We just paused in the midst of our Torah-reading cycle in the middle of Perek Dalet in B'Midbar. We're reading about the duties of the various clans of Levites for moving the Mishkan -- the original Moveable Mishkan. Through forty years of wandering in the desert, and some more wandering even after we arrived in Eretz Yisrael, we had to assemble, disassemble, and re-assemble our sanctuary and altar over and over again. The instructions in these parshiot are detailed, practical, and quite a bit of work! Yet everything was clearly designed for mobility from the beginning, with carrying staves built into various large objects, ballasted foundations to support the erection of anything vertical, etc.

But we interrupted the reading of these instructions this past shabbat with a yontiff commemorating our receiving Torah, which happened even before the Mishkan was constructed. And Torah is the ultimate in mobility. A sefer torah is really the only thing that a Jewish community absolutely must have. And some Torah-learning is really the only thing that a Jewish community must know. All the rest, as it says, is commentary.

So how do we take full advantage of this unencumbered religion? What do we do with this weightlessness of the spirit? At Zoo Minyan, it means we get to bring davenning to your living room (check the calendar for dates that still need volunteers to host!). What are your stories of moveable -- and therefore ubiquitous -- torah?

PS: If you didn't get enough of Megillat Ruth over Shavuos, you can feast on this wonderful reading / drashing by Reb Zalman.

Tuesday, May 26, 2009

Shavuot at the Zoo

It's the only one-day yontiff of the year, but we've got a lot going on for Shavuot at Zoo Minyan. Check the calendar for details on the Tikkun, starting Thursday night -- until we all reach Sinai and receive the Torah at dawn.

Then sleep to your hearts content on the 1st day of Shavuot, wake up and join us for:

Blintz Fest at Deborah and Shalom's
- 1st Day of Shavuot
- 4pm, May 29

No RSVP necessary.

-----------------------------

Come join Shalom & Deborah for their Annual Shavuot Blintz Fest!
(Fri. 5/29) Come by starting at 4pm.
Blintzes come fresh from Grandma's heirloom blintz pan - you are invited to bring toppings. If you are in the mood, other hekshered potluck items are welcome but certainly not required. Eat bubbelah eat!
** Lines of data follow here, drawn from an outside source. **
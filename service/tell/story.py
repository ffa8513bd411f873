"""What is known of a shift when it is told: everything that words and figures are made of."""

import datetime
from dataclasses import dataclass
from typing import Literal

from detectors.posterior import Quantiles

At = datetime.date | datetime.datetime


@dataclass(frozen=True, slots=True)
class Marker:
    """One count of the stream: its key, its date, the title of its release, and its place on the axis."""

    key: str
    at: At
    title: str | None
    position: int


@dataclass(frozen=True, slots=True)
class ShiftStory:
    """A shift of one stream, as it was announced.

    `unit` is what one count covers ("week", "release"), None where that is not known. `region` holds 90 % of
    the probability of where the shift lies, in order of position. The levels are filtered ones: each rests on
    the counts that had come by then. `readable_utc` is when the announcing count was complete.
    """

    shift_id: str
    stream_id: str
    title: str
    slate: str | None
    shape: Literal["calendar", "release"]
    unit: str | None
    level_before: Quantiles
    level_after: Quantiles
    probability: float
    start: Marker
    region: tuple[Marker, ...]
    announced: Marker
    announced_utc: datetime.datetime
    readable_utc: datetime.datetime | None
    counts_since: int | None
    late: bool
    settings: str
    reading_id: int | None
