package raster

import (
	"context"
	"encoding/json"
	"fmt"
	"math"
	"math/rand/v2"
	"os"
	"os/exec"
	"path/filepath"
	"strings"
	"sync"
	"testing"

	"github.com/airbusgeo/godal"
	"github.com/stretchr/testify/assert"
	"github.com/stretchr/testify/require"

	"foldshade/dem"
)

// utmGrid is a grid near 9 deg E, 46 deg N in UTM zone 32 north. It places
// cells on the ellipsoid by a plain linear map, which only the outlines in
// STAC items see.
func utmGrid(t *testing.T, rows, cols int) *dem.Grid {
	t.Helper()
	sr, err := godal.NewSpatialRefFromEPSG(32632)
	require.NoError(t, err)
	defer sr.Close()
	wkt, err := sr.WKT()
	require.NoError(t, err)
	g, err := dem.NewGrid(rows, cols, [6]float64{500000, 30, 0, 5100000, 0, -30}, wkt,
		func(x, y []float64) error {
			for i := range x {
				x[i], y[i] = 9+(x[i]-500000)/77000, 46.05+(y[i]-5100000)/111200
			}
			return nil
		})
	require.NoError(t, err)
	return g
}

var testClasses = []ClassEntry{
	{0, "no-data", "No data", "nothing here", ""},
	{10, "calm", "Calm", "still water", "#f6f1e4"},
	{30, "rough", "Rough & steep", "<waves>", "#9b2226"},
	{41, "dark", "Dark", "", "#0b2a3c"},
}

// awkward is text that XML, and a careless escape, would change.
const awkward = "Grünsee & \"co\" <1>\nsecond line\t'tab' ]]> &amp; %d"

func classLayer() Layer {
	return Layer{Name: "sea", Title: "Sea", Description: "state of the sea", Classes: testClasses,
		Metadata: map[string]string{"command": `tool --look "a=1" <x>`, "AREA_OR_POINT": "Point", "note": awkward}}
}

func floatLayer() Layer {
	return Layer{Name: "height", Title: "Height", Unit: "m", Description: "height of the thing"}
}

// tilesOf cuts a window into tiles of an awkward size.
func tilesOf(w dem.Window, side int) []dem.Window {
	var all []dem.Window
	for r := 0; r < w.Rows; r += side {
		for c := 0; c < w.Cols; c += side {
			all = append(all, dem.Window{Row: w.Row + r, Col: w.Col + c, Rows: min(side, w.Rows-r), Cols: min(side, w.Cols-c)})
		}
	}
	return all
}

// cut copies a tile out of the values of a window.
func cut[T any](values []T, w, tile dem.Window) []T {
	out := make([]T, 0, tile.Rows*tile.Cols)
	for r := range tile.Rows {
		at := (tile.Row-w.Row+r)*w.Cols + tile.Col - w.Col
		out = append(out, values[at:at+tile.Cols]...)
	}
	return out
}

// eachTile hands out the tiles in random order from four goroutines.
func eachTile(t *testing.T, w dem.Window, put func(tile dem.Window) error) {
	t.Helper()
	tiles := tilesOf(w, 200)
	rand.Shuffle(len(tiles), func(i, j int) { tiles[i], tiles[j] = tiles[j], tiles[i] })
	var group sync.WaitGroup
	for k := range 4 {
		group.Go(func() {
			for i := k; i < len(tiles); i += 4 {
				assert.NoError(t, put(tiles[i]))
			}
		})
	}
	group.Wait()
}

func writeFloats(t *testing.T, w *Writer, win dem.Window, bands ...[]float32) {
	t.Helper()
	eachTile(t, win, func(tile dem.Window) error {
		for b, values := range bands {
			if err := w.WriteFloats(tile, b, cut(values, win, tile)); err != nil {
				return err
			}
		}
		return nil
	})
}

func writeBytes(t *testing.T, w *Writer, win dem.Window, codes []uint8) {
	t.Helper()
	eachTile(t, win, func(tile dem.Window) error { return w.WriteBytes(tile, cut(codes, win, tile)) })
}

func newSet(t *testing.T) (*Set, string) {
	t.Helper()
	dir := t.TempDir()
	s, err := NewSet(dir, false, nil)
	require.NoError(t, err)
	return s, dir
}

// listing returns every file below a folder, relative to it, sorted.
func listing(t *testing.T, dir string) []string {
	t.Helper()
	all := []string{}
	require.NoError(t, filepath.WalkDir(dir, func(path string, d os.DirEntry, err error) error {
		if err == nil && path != dir {
			rel, _ := filepath.Rel(dir, path)
			all = append(all, rel)
		}
		return err
	}))
	return all
}

func openRaster(t *testing.T, path string) *godal.Dataset {
	t.Helper()
	register()
	ds, err := godal.Open(path, godal.RasterOnly(), godal.SiblingFiles(filepath.Base(path), filepath.Base(path)+".aux.xml"))
	require.NoError(t, err)
	t.Cleanup(func() { _ = ds.Close() })
	return ds
}

// info is what the gdalinfo program, which shares no code with this package,
// says of a raster.
func info(t *testing.T, path string, args ...string) map[string]any {
	t.Helper()
	out, err := exec.Command("gdalinfo", append([]string{"-json", path}, args...)...).Output()
	require.NoError(t, err)
	var doc map[string]any
	require.NoError(t, json.Unmarshal(out, &doc))
	return doc
}

// commandOutput runs a program and returns what it prints.
func commandOutput(name string, args ...string) (string, error) {
	out, err := exec.Command(name, args...).Output()
	return string(out), err
}

// band returns a band's part of what gdalinfo says.
func band(t *testing.T, doc map[string]any, i int) map[string]any {
	t.Helper()
	bands, _ := doc["bands"].([]any)
	require.Greater(t, len(bands), i)
	b, _ := bands[i].(map[string]any)
	return b
}

// items returns the metadata of a dataset or band in a domain.
func items(doc map[string]any, domain string) map[string]any {
	all, _ := doc["metadata"].(map[string]any)
	of, _ := all[domain].(map[string]any)
	return of
}

// TestSizes writes rasters whose sizes straddle the block, with a hole, and
// reads every cell back.
func TestSizes(t *testing.T) {
	for _, size := range [][2]int{{1, 1}, {1, 700}, {700, 1}, {511, 511}, {512, 512}, {513, 513}, {300, 1200}} {
		t.Run(fmt.Sprintf("%dx%d", size[0], size[1]), func(t *testing.T) {
			seed := rand.Uint64()
			t.Logf("seed %d", seed)
			r := rand.New(rand.NewPCG(seed, 1))
			win := dem.Window{Row: 0, Col: 0, Rows: size[0], Cols: size[1]}
			n := win.Rows * win.Cols
			codes, values := make([]uint8, n), make([]float32, n)
			for i := range n {
				codes[i] = testClasses[r.IntN(len(testClasses))].Value
				values[i] = float32(r.NormFloat64() * 1000)
				if i%7 == 3 {
					values[i] = float32(math.NaN())
				}
			}
			s, dir := newSet(t)
			g := utmGrid(t, win.Rows, win.Cols)
			wc, err := s.Writer("a", classLayer(), g, win)
			require.NoError(t, err)
			wf, err := s.Writer("a", floatLayer(), g, win)
			require.NoError(t, err)
			writeBytes(t, wc, win, codes)
			writeFloats(t, wf, win, values)
			require.NoError(t, s.Commit())
			assert.Equal(t, []string{"a", "a/height.tif", "a/sea.tif", "a/sea.tif.aux.xml"}, listing(t, dir))

			gotC := make([]uint8, n)
			require.NoError(t, openRaster(t, dir+"/a/sea.tif").Read(0, 0, gotC, win.Cols, win.Rows))
			assert.Equal(t, codes, gotC)
			gotF := make([]float32, n)
			require.NoError(t, openRaster(t, dir+"/a/height.tif").Read(0, 0, gotF, win.Cols, win.Rows))
			same(t, values, gotF, 0)
			for _, name := range []string{"sea", "height"} {
				ds := openRaster(t, dir+"/a/"+name+".tif")
				assert.Equal(t, "COG", ds.Metadata("LAYOUT", godal.Domain("IMAGE_STRUCTURE")))
				assert.Equal(t, "DEFLATE", ds.Metadata("COMPRESSION", godal.Domain("IMAGE_STRUCTURE")))
				assert.Equal(t, blockSize, ds.Bands()[0].Structure().BlockSizeX)
			}
		})
	}
}

// same compares two grids of values: NaN with NaN, numbers within tol.
func same(t *testing.T, want, got []float32, tol float64) {
	t.Helper()
	require.Len(t, got, len(want))
	for i := range want {
		a, b := float64(want[i]), float64(got[i])
		if math.IsNaN(a) != math.IsNaN(b) || math.Abs(a-b) > tol {
			t.Fatalf("cell %d: want %g, got %g, tolerance %g", i, a, b, tol)
		}
	}
}

// smooth is a gentle surface with a hole at every 97th cell.
func smooth(rows, cols int) []float32 {
	out := make([]float32, rows*cols)
	for i := range out {
		r, c := float64(i/cols), float64(i%cols)
		out[i] = float32(60 + 50*math.Sin(r/90)*math.Cos(c/70))
		if i%97 == 5 {
			out[i] = float32(math.NaN())
		}
	}
	return out
}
Fri. night Davening will follow the Blintz Fest.  It will be both yontiff and shabbos, so there will be an abbreviated Kabbalat Shabbat.  Though since we'll be following the nusach Shivyoni / nusach Sefard minhag, not quite as abbreviated as nusach Ashkenaz -- Ps. 29, 1st two and last two verses of l'cha dodi (no limit on the ya-dai-dai's), and then mizmor shir l'yom ha-Shabbat.

After davenning, we'll have a pot-luck shabbos dinner.  Even if you're stuffed from blintzes, stay, shmooze some more, have a ka-zayit of challah....Unlike the usual Zoo custom, please bring heksher-only pot-luck contributions (if you're not sure whether your kitchen counts as heksher-only, just write back to info@zoominyan.org and ask).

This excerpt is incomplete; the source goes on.